Several authors have examined risk factors associated with injury in swimmers across a large range of ages. These studies have demonstrated that increased or decreased external rotation range of motion and prior injury were significant factors for developing shoulder injury.4,5 Additionally, a positive sulcus sign (indicating shoulder laxity) was correlated with increased incidence of tendinosis in Olympic level swimmers.6 It has also been shown that hours of training per week and weekly mileage are both positively correlated with shoulder pain caused by supraspinatus tendonopathy.7

These associations are important not only for understanding potential ways to reduce overall injury risk in this population but also for making a decision about when it is safe to return an athlete to participation following an injury and a course of rehabilitation. In addition to the standard strength and range of motion measurements that are used it is common to use functional testing to examine the athlete’s readiness.8 Functional tests are commonly utilized and well described related to the lower extremity but have not been studied as much in the upper extremity.9 There are several tests that have been described in the literature to examine an athlete’s readiness to return from an upper extremity injury,10 the most studied of which is the closed kinetic chain upper extremity stability test (CKCUEST).11 However, as most upper extremity sports do not take place in closed chain positions there is a question about the ecological validity of the CKCUEST. To account for this gap in validity there are a number of newer tests described in the literature designed to mimic the loads seen during sports where the upper extremity is more frequently used in an open kinetic chain(swimming, baseball, tennis, volleyball, etc.). In particular, the current study explored two tests that place the subject into end range positions seen in swimming and throwing in order to examine strength and endurance in those vulnerable positions.10 It was hypothesized that these tests may have greater validity for assessing the particular population of competitive swimmers.
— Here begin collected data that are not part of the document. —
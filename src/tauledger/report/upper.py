"""The upper edge: the time-constant budget node by node, and whose capacitance sets f_H."""

from __future__ import annotations

import math
from collections.abc import Mapping

from tauledger.record import CapacitanceTerm, InductorFacts, NodeRow, PartRow, Review, UpperBudget, Working
from tauledger.report.layout import Block, Prose, Row, Section, Table
from tauledger.report.wording import (
    LOOP,
    NO_NUMBER,
    SOLVED,
    amount,
    by_loop,
    group_delay,
    move,
    number,
    part_titles,
    retitled,
    share,
)
from tauledger.report.working import node_title, workings

_PICOFARAD = 1e-12
_LEAST_PROBE = 1e-17
_FIRST_ORDER = 0.1
_MATTERS = 0.01
_WORTH_A_ROW = 0.02
_NODES, _TERMS, _SHARES = 6, 4, 5
_EQUAL = 1e-6
_SAME_OHM = 0.005


def upper_budget(review: Review, *, verbose: bool = False) -> Section:
    """Give per signal node R, C, R·C by hand and exact, and what 1 pF more costs; below it its capacitances."""
    if not any(node.capacitance_f for node in review.nodes):
        return Section(())
    titles = part_titles(review.parts)
    first = [node for node in review.nodes if not node.second]
    shown = [node for node in first if (verbose and _carries(node)) or _node_matters(node, review)]
    hidden = len(first) - len(shown)
    if not verbose:
        hidden += max(len(shown) - _NODES, 0)
        shown = sorted(shown, key=lambda node: -abs(node.time_constant_s or 0.0))[:_NODES]
    f_high = review.f_high.exact_hz if review.f_high else None
    probe = _probe(shown, f_high)
    rows: list[Row] = []
    for node in shown:
        rows.append(_node_row(node, f_high, probe))
        if node.working:
            rows.extend(_term_rows(node, node.working, titles, least=0.0 if verbose else _WORTH_A_ROW * _whole(review)))
    coils = [row for row in review.inductors if verbose or (row.in_path and _coil_matters(row, review))]
    rows += [_coil_row(row, review) for row in coils]
    title = f"UPPER EDGE f_H, {len(shown)} of {len(first)} nodes" if hidden else "UPPER EDGE f_H, by node"
    head = (title, "R", "C", "R·C hand", "exact", f"+{number(probe, 'F', 1)}")
    blocks: list[Block] = [Table("lrrrrr", head, tuple(rows))]
    if any(_mark(node) == SOLVED for node in shown) or any(row.source == "solved" for row in coils):
        blocks.append(Prose("solved exactly: none of the rules fits this node", lead=f"  {SOLVED} "))
    elif any(cell.endswith(SOLVED) for row in rows for cell in row.cells):
        blocks.append(Prose("K solved exactly: no chain of hand gains fits", lead=f"  {SOLVED} "))
    if any(_mark(node) == LOOP for node in shown):
        blocks.append(Prose(by_loop(review), lead=f"  {LOOP} "))
    if review.budget.upper:
        halves, delay = any(n.image for n in first), group_delay(review)
        blocks.append(Prose(_sums(review.budget.upper, halves=halves, delay=delay), lead="  "))
    if verbose:
        blocks.extend(workings(review, [node for node in shown if node.working]).blocks)
        blocks.extend(_coil_working(row, review) for row in coils)
    return Section(tuple(blocks), major=True)


def upper_shares(review: Review, *, verbose: bool = False) -> Section:
    """Give each part's share of f_H and what 10 % less of it gives, recomputed; the rest in one line."""
    if review.f_high is None:
        return Section(())
    with_share = [(part, part.share.f_high) for part in review.parts if part.share.f_high is not None]
    ordered = _alike(sorted(with_share, key=lambda entry: -abs(entry[1])))
    shown = [e for e in ordered if verbose or abs(e[0][1]) >= _WORTH_A_ROW][: None if verbose else _SHARES]
    if not shown:
        return Section(())
    titles = part_titles(review.parts)
    rows = [_share_row(alike, titles, review.f_high.exact_hz) for alike in shown]
    rest = [entry for alike in ordered[len(shown) :] for entry in alike]
    if rest:
        told = f"{_count(len(rest), 'other')} together"
        rows.append(Row((told, "", share(sum(value for _, value in rest)), "")))
    head = ("WHOSE CAPACITANCE SETS f_H", "value", "share", "10 % less, recomputed: f_H")
    return Section((Table("lrrr", head, tuple(rows)),))


def _carries(node: NodeRow) -> bool:
    """Whether there is any capacitance at a node, so that there is something to work out."""
    return node.working is None or bool(node.working.capacitances)


def _node_matters(node: NodeRow, review: Review) -> bool:
    if not node.in_path or node.second:
        return False
    return abs(node.share.f_high or 0.0) >= _MATTERS or abs(node.time_constant_s or 0.0) >= _MATTERS * _whole(review)


def _whole(review: Review) -> float:
    """Give the sum of the time constants that count, in s."""
    nodes = sum(abs(row.time_constant_s or 0.0) for row in review.nodes if row.in_path and not row.second)
    return nodes + sum(row.time_constant_s for row in review.inductors if row.in_path)


def _probe(nodes: list[NodeRow], f_high: float | None) -> float:
    """Choose what is added at each node, 1 pF or a tenth, a hundredth … of it, so that f_H moves by 10 % at most.

    The column is first order in it: of 1 pF at an integrated node it would say what no probe does.
    """
    costs = [abs(node.per_farad.f_high or 0.0) for node in nodes]
    probe = _PICOFARAD
    while f_high and probe > _LEAST_PROBE and max(costs, default=0.0) * probe > _FIRST_ORDER * f_high:
        probe /= 10.0
    return probe


def _node_row(node: NodeRow, f_high: float | None, probe: float) -> Row:
    cost = node.per_farad.f_high
    return Row(
        (
            node_title(node),
            number(node.resistance_hand_ohm, "Ω") + _mark(node),
            number(node.capacitance_f, "F"),
            number(node.time_constant_s, "s"),
            number(node.time_constant_exact_s, "s"),
            move(cost * probe / f_high) if cost is not None and f_high else NO_NUMBER,
        )
    )


def _coil_matters(row: InductorFacts, review: Review) -> bool:
    return abs(row.time_constant_s) >= _MATTERS * _whole(review)


def _coil_row(row: InductorFacts, review: Review) -> Row:
    """Write an inductor's L/R in the columns of R·C: its henry stands where a capacitance would."""
    return Row(
        (
            retitled(row.title, review.parts),
            number(row.resistance_hand_ohm, "Ω") + (SOLVED if row.source == "solved" else ""),
            number(row.henry, "H"),
            number(row.time_constant_s, "s"),
            number(row.time_constant_exact_s, "s"),
            "",
        )
    )


def _coil_working(row: InductorFacts, review: Review) -> Prose:
    quotient = f"L/R {number(row.time_constant_s, 's')} by hand, {number(row.time_constant_exact_s, 's')} exact"
    return Prose(retitled(f"{row.title}: {row.text}; {quotient}", review.parts), lead="  ", hang=2)


def _mark(node: NodeRow) -> str:
    """Mark a resistance that paper alone does not give."""
    source = node.working.source if node.working else "rule"
    return {"solved": SOLVED, "loop": LOOP, "branch": LOOP}.get(source, "")


def _term_rows(node: NodeRow, working: Working, titles: Mapping[str, str], *, least: float) -> list[Row]:
    """One row per capacitance that adds at least `least` seconds; what the others add, in one more."""
    ordered = sorted(working.capacitances, key=lambda term: -abs(_seconds(term, node)))
    shown = [term for term in ordered if abs(_seconds(term, node)) >= least][:_TERMS]
    rows = [
        Row(
            (
                f"  {titles.get(term.part, term.part)}{_times(term)}",
                _own_resistance(term, node),
                number(term.farad * term.factor, "F"),
                number(_seconds(term, node), "s"),
                "",
                "",
            )
        )
        for term in shown
    ]
    rest = (node.time_constant_s or 0.0) - sum(_seconds(term, node) for term in shown)
    if shown and abs(rest) >= max(least, _MATTERS * abs(node.time_constant_s or 0.0)):
        others = _count(len(ordered) - len(shown), "smaller one")
        rows.append(Row((f"  {others}", "", "", number(rest, "s"), "", "")))
    return rows


def _seconds(term: CapacitanceTerm, node: NodeRow) -> float:
    """Give what one capacitance adds to its row, with the resistance that it faces itself."""
    if term.time_constant_s is not None:
        return term.time_constant_s
    return (node.resistance_hand_ohm or 0.0) * term.farad * term.factor


def _own_resistance(term: CapacitanceTerm, node: NodeRow) -> str:
    """Show the resistance that one capacitance faces where it is another than the row's: R·C then multiply in its line.

    What hangs on the outer node faces less than what lies inside, behind a series resistance of the device.
    """
    farad = term.farad * term.factor
    if term.time_constant_s is None or not farad or not node.resistance_hand_ohm:
        return ""
    ohm = term.time_constant_s / farad
    return "" if abs(ohm / node.resistance_hand_ohm - 1.0) <= _SAME_OHM else number(ohm, "Ω")


def _times(term: CapacitanceTerm) -> str:
    """Show the Miller factor where it is one: " 2.16 pF × 180.1"."""
    solved = SOLVED if term.gain_source == "solved" else ""
    return "" if abs(term.factor - 1.0) < 5e-4 else f" {number(term.farad, 'F', 3)} × {term.factor:.4g}{solved}"


def _sums(budget: UpperBudget, *, halves: bool, delay: str) -> str:
    path = "" if budget.path_sum_s is None else f"Σ R·C {number(budget.path_sum_s, 's')}; "
    weighted = _pair("weighted", budget.weighted_sum_s, delay, budget.group_delay_s)
    whose = "both halves" if halves else "all parts"
    return f"{path}{weighted}; {_pair(whose, budget.sum_s, '-Σ 1/p', budget.inverse_pole_sum_s)}"


def _pair(name: str, value: float, check: str, other: float) -> str:
    """Write two numbers that must be equal as one where they are, to the digits that are printed."""
    if number(value, "s") == number(other, "s"):
        return f"{name} {number(value, 's')} = {check}"
    return f"{name} {number(value, 's')}, {check} {number(other, 's')}"


def _alike(ordered: list[tuple[PartRow, float]]) -> list[list[tuple[PartRow, float]]]:
    """Put parts together that are the same in all that a row says, as those of two halves are; order kept."""
    groups: list[list[tuple[PartRow, float]]] = []
    for part, value in ordered:
        mine = (part.value, value, part.ten_percent_less.f_high_hz or 0.0)
        for group in groups:
            first, its = group[0]
            theirs = (first.value, its, first.ten_percent_less.f_high_hz or 0.0)
            same = first.kind == part.kind and first.name.removeprefix(first.owner) == part.name.removeprefix(
                part.owner
            )
            if same and all(math.isclose(a, b, rel_tol=_EQUAL) for a, b in zip(mine, theirs, strict=True)):
                group.append((part, value))
                break
        else:
            groups.append([(part, value)])
    return groups


def _share_row(alike: list[tuple[PartRow, float]], titles: Mapping[str, str], f_high: float | None) -> Row:
    part, value = alike[0]
    less = part.ten_percent_less.f_high_hz
    change = f" ({move(less / f_high - 1.0)})" if less is not None and f_high else ""
    return Row((_each(alike, titles), amount(part), share(value), number(less, "Hz") + change))


def _each(alike: list[tuple[PartRow, float]], titles: Mapping[str, str]) -> str:
    """Name one part, or "each of CLP, CLN", "C_μ of each of QP, QN"."""
    names = [titles[part.name] for part, _ in alike]
    if len(names) == 1:
        return names[0]
    label, of, _ = names[0].partition(" of ")
    owners = ", ".join(name.removeprefix(f"{label}{of}") for name in names) if of else ", ".join(names)
    return f"{label} of each of {owners}" if of else f"each of {owners}"


def _count(many: int, word: str) -> str:
    return f"{many} {word}" if many == 1 else f"{many} {word}s"
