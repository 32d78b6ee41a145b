"""Numbers as one writes them in the margin of a calculation: three digits, a prefix, no unit."""

from __future__ import annotations

import math

from tauledger.quantity import MICRO

PREFIXES = {-15: "f", -12: "p", -9: "n", -6: MICRO, -3: "m", 0: "", 3: "k", 6: "M", 9: "G", 12: "T"}


def compact(value: float, digits: int = 3) -> str:
    """Write a number without unit and trailing zeros: 2200 → "2.2k", 4.35e-10 → "435p", -81.5 → "−81.5".

    digits: significant digits. Infinite and missing values are written as "∞" and "–".
    """
    if math.isnan(value):
        return "–"
    sign = "−" if value < 0 else ""
    if math.isinf(value):
        return f"{sign}∞"
    if value == 0:
        return "0"
    mantissa, exponent = f"{abs(value):.{digits - 1}e}".split("e")
    power = min(12, max(-15, 3 * (int(exponent) // 3)))
    decimals = max(0, digits - 1 - (int(exponent) - power))
    text = f"{float(mantissa) * 10.0 ** (int(exponent) - power):.{decimals}f}"
    if "." in text:
        text = text.rstrip("0").rstrip(".")
    return f"{sign}{text}{PREFIXES[power]}"


def plain(value: float, digits: int = 3) -> str:
    """Write a number that is rather below 1 than in milli: 0.987, −0.0127, 121, −42.5k; for gains and for ohms."""
    if 1e-3 <= abs(value) < 1.0:
        return f"{value:.{digits}g}".replace("-", "−")
    return compact(value, digits)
The first step to being able to use these tests to decide on an athlete’s safety to return to their sport is to establish normative values for different populations. Therefore, the purpose of this study was to establish normative values for the CKCUEST and prone ball drop tests in the elbow extended and elbow bent positions in a population of uninjured competitive youth swimmers.

METHODS

Participants aged 10-18 were recruited from a single competitive swimming club. Patients with active shoulder pain or shoulder pain limiting participation in the prior three months were excluded from testing. All testing took place within one month of the beginning of the season and prior to any competition in order to reduce any seasonal effects that may be present. Parental consent with subject assent or subject informed consent was obtained for all subjects prior to their participation in the study. The Hospital for Special Surgery Institutional Review Board approved the study.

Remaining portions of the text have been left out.